In order to assess the performance of the heuristic procedure for large problem instances we compared it to a FCFS policy because a comparison to the value iteration algorithm for problem instances 4 and 5 would not be meaningful as the value iteration algorithm did not converge to the ε-optimal policy in any of the problem instances of problem classes 4 and 5 (see Table 2). Table 4 shows the data for the percentage deviations of average rewards of the heuristic procedure compared to the FCFS policy and Fig. 12 gives the corresponding histograms of the distributions of the percentage deviations for each problem class. It can be seen that on average the heuristic procedure outperforms the FCFS policy between 4.0 and 2.2%. As the heuristic starts out with a FCFS policy, it never performs worse than the FCFS policy. For some problem instances, the heuristic outperforms the FCFS policy significantly. This shows the potential benefits of the heuristic policy in practice, where each problem instance corresponds to a possible environment that an individual company is operating in.

Table 4 Percentage deviations of average rewards per period of the heuristic procedure compared to a FCFS policy
Fig. 12
figure 12

Histograms of the distributions of the percentage deviations of average rewards per period of the heuristic procedure compared to a FCFS policy

When looking at the runtimes for obtaining the average reward of the FCFS policy, one notices that the average runtimes are similar for problem classes 2 through 4, although the number of states increases considerably from problem class 2 to problem class 4. This can be explained by the fact that the number of order classes in these problem classes also increases and that simulation runs to estimate the average reward tend to be shorter with a higher number of order classes.

Conclusion

We modeled the application of revenue management to a make-to-order company which has limited inventory capacity. After classifying the underlying Markov decision process, we introduced a heuristic procedure. In numerical tests, we showed the potential benefits of using revenue management compared to a FCFS policy and also demonstrated the usefulness of the heuristic procedure. Furthermore we showed that it is not feasible to use the optimal procedure value iteration for large problem instances.
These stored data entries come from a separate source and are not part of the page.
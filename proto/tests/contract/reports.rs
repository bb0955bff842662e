//! A report goes over the wire and comes back the same.

use proptest::collection::vec;
use proptest::option;
use proptest::prelude::*;
use prost::Message as _;
use tarehouse_assay::report::{
    BracketParts, CrystalFacts, Curves, Finding, FreeEnergy, LikelyCause, LowestBranch, Mesh,
    Noise, PolarModes, Remedy, Report, Rule, Severity, SoftMode, Strength, Tag, TruncationChange,
    Verdict,
};
use tarehouse_proto::convert::ConvertError;
use tarehouse_proto::v1;

fn number() -> impl Strategy<Value = f64> {
    prop_oneof![
        Just(0.0),
        -1e3..1e3,
        any::<f64>().prop_filter("finite", |x| x.is_finite())
    ]
}

fn maybe() -> impl Strategy<Value = Option<f64>> {
    option::of(number())
}

fn word() -> impl Strategy<Value = String> {
    "[a-zé /]{0,12}"
}

fn finding() -> impl Strategy<Value = Finding> {
    (
        proptest::sample::select(Rule::ALL),
        proptest::sample::select(vec![Severity::Pass, Severity::Caution, Severity::Fail]),
        (maybe(), maybe()),
        word(),
        proptest::sample::select(LikelyCause::ALL),
        (word(), word(), word()),
    )
        .prop_map(
            |(rule, severity, (measured, limit), unit, likely_cause, words)| Finding {
                rule,
                severity,
                measured,
                limit,
                unit,
                location: words.0,
                likely_cause,
                message: words.1,
                remedy: words.2,
            },
        )
}

fn soft_mode() -> impl Strategy<Value = SoftMode> {
    (
        (any::<bool>(), any::<bool>(), any::<bool>(), any::<u32>()),
        vec(number(), 8),
        vec(maybe(), 3),
        vec((number(), number()), 0..3),
        word(),
    )
        .prop_map(
            |((a, b, commensurate, point_count), x, y, changes, reason)| SoftMode {
                tag: if a {
                    Tag::Numerical
                } else {
                    Tag::PossiblyPhysical
                },
                strength: if b { Strength::Strong } else { Strength::Weak },
                lowest_wavenumber_per_cm: x[0],
                raw_wavenumber_per_cm: x[1],
                q: [x[2], x[3], x[4]],
                point_count,
                commensurate,
                z: y[0],
                alias_share: y[1],
                external_fraction: x[5],
                acoustic_overlap: x[6],
                participation: x[7],
                truncation_changes: changes
                    .into_iter()
                    .map(|(fraction, wavenumber_per_cm)| TruncationChange {
                        fraction,
                        wavenumber_per_cm,
                    })
                    .collect(),
                exclusion_limit_per_cm: y[2],
                reason,
            },
        )
}

fn noise() -> impl Strategy<Value = Noise> {
    (number(), vec(word(), 0..3), vec(any::<bool>(), 5)).prop_map(|(sigma, erased, flags)| Noise {
        sigma_ev_per_ang2: sigma,
        bound_only: flags[0],
        erased,
        truncated: flags[1],
        self_fixed: flags[2],
        symmetry_expanded: flags[3],
        rounded: flags[4],
    })
}

fn facts() -> impl Strategy<Value = CrystalFacts> {
    (any::<[u32; 2]>(), word(), vec(number(), 5), vec(maybe(), 4)).prop_map(|(n, symbol, x, y)| {
        CrystalFacts {
            space_group_number: n[0],
            space_group_symbol: symbol,
            volume_per_formula_unit_ang3: x[0],
            density_g_per_cm3: x[1],
            molecule_count: n[1],
            sound_velocity_min_m_per_s: y[0],
            sound_velocity_max_m_per_s: y[1],
            projection_relative_norm: x[2],
            projection_largest_ev_per_ang2: x[3],
            projection_free_energy_kj_per_mol: y[2],
            lattice_energy_kj_per_mol: x[4],
            polar_modes: vec![PolarModes {
                direction: [x[0], x[1], x[2]],
                wavenumbers_per_cm: x.clone(),
            }],
            compressibility_per_gpa: y[3],
        }
    })
}

fn free_energy() -> impl Strategy<Value = FreeEnergy> {
    (any::<bool>(), vec(number(), 7)).prop_map(|(defined, x)| FreeEnergy {
        temperature_k: x[0],
        defined,
        central_kj_per_mol: x[1],
        lower_kj_per_mol: x[2],
        upper_kj_per_mol: x[3],
        internal_energy_kj_per_mol: x[4],
        entropy_j_per_mol_k: x[5],
        heat_capacity_j_per_mol_k: x[6],
    })
}

fn curves() -> impl Strategy<Value = Curves> {
    vec(vec(number(), 0..4), 5).prop_map(|mut x| Curves {
        dos_wavenumber_per_cm: std::mem::take(&mut x[0]),
        dos_total: std::mem::take(&mut x[1]),
        dos_external: std::mem::take(&mut x[2]),
        reach_distance_ang: std::mem::take(&mut x[3]),
        reach_largest_ev_per_ang2: std::mem::take(&mut x[4]),
    })
}

type NextSteps = (Option<BracketParts>, Vec<Vec<f64>>, Vec<Remedy>);

fn next_steps() -> impl Strategy<Value = NextSteps> {
    let parts = [(); 5].map(|()| number()).prop_map(|n| BracketParts {
        noise_kj_per_mol: n[0],
        bias_kj_per_mol: n[1],
        alias_kj_per_mol: n[2],
        residual_force_kj_per_mol: n[3],
        floor_kj_per_mol: n[4],
    });
    let remedy = (word(), word(), proptest::option::of(number())).prop_map(
        |(setting, advice, effect_kj_per_mol)| Remedy {
            setting,
            advice,
            effect_kj_per_mol,
        },
    );
    (
        proptest::option::of(parts),
        vec(vec(number(), 0..4), 0..3),
        vec(remedy, 0..3),
    )
}

fn branch() -> impl Strategy<Value = LowestBranch> {
    vec(number(), 6).prop_map(|x| LowestBranch {
        q: [x[0], x[1], x[2]],
        wavenumber_per_cm: x[3],
        lower_per_cm: x[4],
        upper_per_cm: x[5],
    })
}

fn report() -> impl Strategy<Value = Report> {
    (
        (any::<[u8; 32]>(), any::<[u8; 32]>(), number(), word()),
        proptest::sample::select(vec![Verdict::Accept, Verdict::Hold, Verdict::Reject]),
        (
            vec(word(), 0..3),
            vec(finding(), 0..4),
            noise(),
            vec(soft_mode(), 0..3),
        ),
        any::<[u32; 5]>(),
        (
            facts(),
            vec(free_energy(), 0..3),
            curves(),
            next_steps(),
            vec(branch(), 0..3),
        ),
    )
        .prop_map(
            |((policy, package, zero_point, version), verdict, judged, mesh, found)| Report {
                program_version: version,
                policy_digest: policy,
                package_digest: package,
                verdict,
                verdict_reasons: judged.0,
                findings: judged.1,
                noise: judged.2,
                soft_modes: judged.3,
                mesh: Mesh {
                    divisions: [mesh[0], mesh[1], mesh[2]],
                    point_count: mesh[3],
                    irreducible_count: mesh[4],
                },
                crystal: found.0,
                zero_point_energy_kj_per_mol: zero_point,
                free_energy: found.1,
                bracket_parts: found.3.0,
                free_energy_draws: found.3.1,
                remedies: found.3.2,
                curves: found.2,
                lowest_branches: found.4,
            },
        )
}

proptest! {
    #[test]
    fn a_report_comes_back_the_same(report in report()) {
        let bytes = v1::Report::from(report.clone()).encode_to_vec();
        let wire = v1::Report::decode(bytes.as_slice()).unwrap();
        prop_assert_eq!(Report::try_from(wire.clone()).unwrap(), report);
        // The bytes are what is stored: the same report, the same bytes.
        prop_assert_eq!(wire.encode_to_vec(), bytes);
    }
}

#[test]
fn what_the_contract_does_not_promise_is_named() {
    let refused = |change: fn(&mut v1::Report)| {
        let mut wire = good();
        change(&mut wire);
        Report::try_from(wire).unwrap_err()
    };
    assert!(Report::try_from(good()).is_ok());
    assert_eq!(refused(|r| r.noise = None), ConvertError::Missing("noise"));
    assert_eq!(
        refused(|r| r.policy_digest.truncate(63)),
        ConvertError::Digest("policy_digest")
    );
    let field = "verdict";
    assert_eq!(
        refused(|r| r.verdict = 0),
        ConvertError::UnknownEnum { field, value: 0 }
    );
    assert_eq!(
        refused(|r| r.verdict = 99),
        ConvertError::UnknownEnum { field, value: 99 }
    );
    let (field, expected, found) = ("divisions", 3, 2);
    assert_eq!(
        refused(|r| r.mesh = Some(v1::Mesh {
            divisions: vec![1, 2],
            ..v1::Mesh::default()
        })),
        ConvertError::Length {
            field,
            expected,
            found
        }
    );
    assert_eq!(
        refused(|r| r.findings = vec![v1::Finding {
            rule: "luck".to_owned(),
            ..v1::Finding::default()
        }]),
        ConvertError::UnknownRule("luck".to_owned())
    );
}

fn good() -> v1::Report {
    v1::Report {
        policy_digest: "00".repeat(32),
        package_digest: "ff".repeat(32),
        verdict: v1::Verdict::Hold as i32,
        noise: Some(v1::Noise::default()),
        mesh: Some(v1::Mesh {
            divisions: vec![1, 2, 3],
            ..v1::Mesh::default()
        }),
        crystal: Some(v1::CrystalFacts::default()),
        curves: Some(v1::Curves::default()),
        ..v1::Report::default()
    }
}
Our model does not take into account that already accepted orders whose lead times are not tight cannot be resequenced in order to accept orders with tight lead times that have to be rejected otherwise. Allowing the resequencing of the current queue of already accepted orders would cause an explosion of the state space as each member of the queue would have to be modelled by at least one additional state variable. Thus, this feature would make the model intractable.

Furthermore, we only consider one product and one machine. More products can be considered by introducing one additional state variable for each additional product in order to represent the current inventory level of the product. The new number of states, ∣Snew, is obtained by multiplying ∣S∣ by the maximum inventory level of each additional product. Thus, adding more products will lead to an explosion of the state space as well. Similarly, for each additional parallel machine one state variable would suffice to model the current booking level of the machine, but the state space will increase exponentially as well. Nevertheless, we think that our model provides valuable insight for applying revenue management to a manufacturing company with limited inventory capacity.

Future research will be concerned with setting an appropriate maximum inventory level in the case of high inventory costs and modelling sequence-dependent setup times and costs between different order classes for the multi-product, one-machine case.